--- Supplied information ---
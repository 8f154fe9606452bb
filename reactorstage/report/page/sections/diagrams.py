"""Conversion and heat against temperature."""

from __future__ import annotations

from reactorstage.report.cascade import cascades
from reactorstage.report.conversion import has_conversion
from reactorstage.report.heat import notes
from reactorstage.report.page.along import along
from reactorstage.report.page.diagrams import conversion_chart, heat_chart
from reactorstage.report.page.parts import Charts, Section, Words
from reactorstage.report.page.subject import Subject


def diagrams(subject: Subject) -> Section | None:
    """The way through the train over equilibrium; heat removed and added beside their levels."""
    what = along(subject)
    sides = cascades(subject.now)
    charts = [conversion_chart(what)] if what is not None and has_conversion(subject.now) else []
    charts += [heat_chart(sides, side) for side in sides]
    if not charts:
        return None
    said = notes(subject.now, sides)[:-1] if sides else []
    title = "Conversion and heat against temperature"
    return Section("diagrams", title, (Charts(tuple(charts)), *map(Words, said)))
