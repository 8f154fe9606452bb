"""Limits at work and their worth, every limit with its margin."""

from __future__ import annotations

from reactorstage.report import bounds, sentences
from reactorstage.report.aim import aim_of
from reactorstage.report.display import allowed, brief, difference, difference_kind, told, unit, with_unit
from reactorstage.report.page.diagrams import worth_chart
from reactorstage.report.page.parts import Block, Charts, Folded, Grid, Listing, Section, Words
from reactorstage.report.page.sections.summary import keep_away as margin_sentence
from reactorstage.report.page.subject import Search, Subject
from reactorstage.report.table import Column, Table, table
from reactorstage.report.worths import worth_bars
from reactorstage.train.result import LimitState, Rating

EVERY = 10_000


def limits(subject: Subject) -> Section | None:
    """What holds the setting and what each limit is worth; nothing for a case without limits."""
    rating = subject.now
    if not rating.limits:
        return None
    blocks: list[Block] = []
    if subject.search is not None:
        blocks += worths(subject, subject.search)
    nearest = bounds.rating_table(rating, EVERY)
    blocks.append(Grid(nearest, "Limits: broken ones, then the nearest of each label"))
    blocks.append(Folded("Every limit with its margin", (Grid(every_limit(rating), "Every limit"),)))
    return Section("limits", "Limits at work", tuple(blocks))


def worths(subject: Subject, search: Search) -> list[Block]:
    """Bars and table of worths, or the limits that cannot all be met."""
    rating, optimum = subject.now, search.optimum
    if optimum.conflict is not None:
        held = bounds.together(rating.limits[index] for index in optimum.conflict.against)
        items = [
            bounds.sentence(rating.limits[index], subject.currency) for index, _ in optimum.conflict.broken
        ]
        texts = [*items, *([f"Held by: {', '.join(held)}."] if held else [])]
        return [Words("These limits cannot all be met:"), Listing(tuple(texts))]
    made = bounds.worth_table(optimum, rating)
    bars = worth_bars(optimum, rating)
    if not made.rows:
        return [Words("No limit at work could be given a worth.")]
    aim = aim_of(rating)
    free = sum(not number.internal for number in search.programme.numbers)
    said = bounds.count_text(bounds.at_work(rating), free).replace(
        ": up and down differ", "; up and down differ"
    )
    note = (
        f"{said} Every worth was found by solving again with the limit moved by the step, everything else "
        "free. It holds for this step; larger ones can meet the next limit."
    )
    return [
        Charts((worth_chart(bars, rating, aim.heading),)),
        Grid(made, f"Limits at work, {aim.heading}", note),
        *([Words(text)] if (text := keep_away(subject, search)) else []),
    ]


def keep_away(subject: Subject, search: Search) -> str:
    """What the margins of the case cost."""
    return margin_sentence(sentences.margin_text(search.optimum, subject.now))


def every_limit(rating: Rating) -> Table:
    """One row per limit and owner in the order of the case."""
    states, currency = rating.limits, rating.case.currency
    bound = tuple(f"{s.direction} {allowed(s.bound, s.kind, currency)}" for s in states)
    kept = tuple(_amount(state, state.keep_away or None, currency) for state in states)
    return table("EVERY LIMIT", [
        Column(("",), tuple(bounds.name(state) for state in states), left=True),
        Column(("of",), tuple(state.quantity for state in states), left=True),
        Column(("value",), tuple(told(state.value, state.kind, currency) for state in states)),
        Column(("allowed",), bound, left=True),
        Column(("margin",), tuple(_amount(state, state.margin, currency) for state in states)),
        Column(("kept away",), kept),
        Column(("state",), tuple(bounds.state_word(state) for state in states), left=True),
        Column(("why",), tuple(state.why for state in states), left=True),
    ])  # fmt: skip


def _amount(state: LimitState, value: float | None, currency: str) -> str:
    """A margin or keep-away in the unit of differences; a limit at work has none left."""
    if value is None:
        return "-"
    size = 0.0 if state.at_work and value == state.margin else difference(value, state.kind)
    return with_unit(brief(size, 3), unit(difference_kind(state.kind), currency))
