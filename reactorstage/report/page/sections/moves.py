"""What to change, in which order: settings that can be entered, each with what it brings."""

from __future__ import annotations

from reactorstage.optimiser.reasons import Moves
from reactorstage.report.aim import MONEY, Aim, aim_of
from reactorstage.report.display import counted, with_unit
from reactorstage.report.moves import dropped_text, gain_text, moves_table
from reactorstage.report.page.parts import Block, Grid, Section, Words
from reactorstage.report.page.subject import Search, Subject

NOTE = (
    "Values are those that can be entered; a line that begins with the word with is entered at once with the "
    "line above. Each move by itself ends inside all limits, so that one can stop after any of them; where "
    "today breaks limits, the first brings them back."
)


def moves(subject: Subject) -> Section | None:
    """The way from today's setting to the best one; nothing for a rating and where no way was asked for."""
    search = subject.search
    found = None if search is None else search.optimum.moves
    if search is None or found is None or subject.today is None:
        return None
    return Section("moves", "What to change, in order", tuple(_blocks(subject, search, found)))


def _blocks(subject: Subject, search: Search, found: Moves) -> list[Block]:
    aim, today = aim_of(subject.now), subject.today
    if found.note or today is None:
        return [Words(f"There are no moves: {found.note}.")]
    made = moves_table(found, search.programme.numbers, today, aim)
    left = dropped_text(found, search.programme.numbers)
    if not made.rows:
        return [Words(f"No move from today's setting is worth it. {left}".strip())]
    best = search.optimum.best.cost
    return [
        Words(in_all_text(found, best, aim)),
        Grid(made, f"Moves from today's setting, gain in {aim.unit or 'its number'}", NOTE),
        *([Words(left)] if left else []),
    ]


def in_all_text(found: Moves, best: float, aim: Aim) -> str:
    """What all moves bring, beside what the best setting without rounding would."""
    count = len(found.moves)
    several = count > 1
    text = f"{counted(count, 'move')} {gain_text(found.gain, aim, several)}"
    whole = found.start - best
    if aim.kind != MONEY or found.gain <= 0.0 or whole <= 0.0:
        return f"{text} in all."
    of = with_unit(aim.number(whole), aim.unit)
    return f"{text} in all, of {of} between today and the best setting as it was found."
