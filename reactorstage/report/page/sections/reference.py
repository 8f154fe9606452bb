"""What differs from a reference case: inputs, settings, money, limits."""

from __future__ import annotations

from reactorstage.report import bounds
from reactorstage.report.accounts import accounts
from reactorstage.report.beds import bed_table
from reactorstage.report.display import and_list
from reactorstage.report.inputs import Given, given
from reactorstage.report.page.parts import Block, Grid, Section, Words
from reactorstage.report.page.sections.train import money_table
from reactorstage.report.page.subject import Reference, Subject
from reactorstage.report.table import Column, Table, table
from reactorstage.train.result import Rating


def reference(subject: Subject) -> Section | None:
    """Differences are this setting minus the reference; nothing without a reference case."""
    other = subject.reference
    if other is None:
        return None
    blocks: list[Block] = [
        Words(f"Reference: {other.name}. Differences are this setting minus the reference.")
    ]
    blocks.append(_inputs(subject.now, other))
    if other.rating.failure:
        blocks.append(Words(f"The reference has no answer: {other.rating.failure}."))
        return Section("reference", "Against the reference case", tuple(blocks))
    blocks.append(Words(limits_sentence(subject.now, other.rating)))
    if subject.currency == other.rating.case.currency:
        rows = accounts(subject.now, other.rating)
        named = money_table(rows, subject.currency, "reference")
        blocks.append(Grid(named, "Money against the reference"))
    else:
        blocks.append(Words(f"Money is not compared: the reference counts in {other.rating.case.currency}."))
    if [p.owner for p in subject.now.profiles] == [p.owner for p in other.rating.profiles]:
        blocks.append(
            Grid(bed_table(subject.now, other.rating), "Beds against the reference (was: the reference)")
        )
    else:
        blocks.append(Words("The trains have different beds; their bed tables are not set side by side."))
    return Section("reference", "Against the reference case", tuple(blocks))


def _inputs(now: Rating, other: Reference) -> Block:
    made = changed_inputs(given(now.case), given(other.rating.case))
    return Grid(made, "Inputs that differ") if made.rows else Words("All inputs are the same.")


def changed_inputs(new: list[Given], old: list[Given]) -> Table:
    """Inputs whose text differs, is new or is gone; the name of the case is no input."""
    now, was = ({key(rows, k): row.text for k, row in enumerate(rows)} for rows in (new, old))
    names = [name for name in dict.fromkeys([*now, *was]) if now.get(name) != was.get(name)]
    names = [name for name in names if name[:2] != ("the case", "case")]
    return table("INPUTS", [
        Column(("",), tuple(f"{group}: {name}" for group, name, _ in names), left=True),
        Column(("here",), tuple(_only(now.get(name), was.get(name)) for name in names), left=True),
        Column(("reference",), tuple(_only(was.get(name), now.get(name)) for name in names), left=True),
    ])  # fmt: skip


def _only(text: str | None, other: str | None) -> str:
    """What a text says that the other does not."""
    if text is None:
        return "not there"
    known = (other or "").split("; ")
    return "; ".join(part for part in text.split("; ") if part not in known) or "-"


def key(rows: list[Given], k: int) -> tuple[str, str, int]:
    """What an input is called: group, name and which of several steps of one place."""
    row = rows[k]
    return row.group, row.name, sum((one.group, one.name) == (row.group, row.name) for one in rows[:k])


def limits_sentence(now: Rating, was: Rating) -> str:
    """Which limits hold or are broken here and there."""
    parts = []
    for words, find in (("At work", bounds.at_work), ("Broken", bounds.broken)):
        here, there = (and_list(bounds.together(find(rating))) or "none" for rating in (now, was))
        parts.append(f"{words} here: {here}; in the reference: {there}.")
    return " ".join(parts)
---
## Exercise
Filter the entries down to the lines with the word "entered" in them.

## Solution to the problem
"""What to change, in which order: settings that can be entered, each with what it brings."""
    "Values are those that can be entered; a line that begins with the word with is entered at once with the "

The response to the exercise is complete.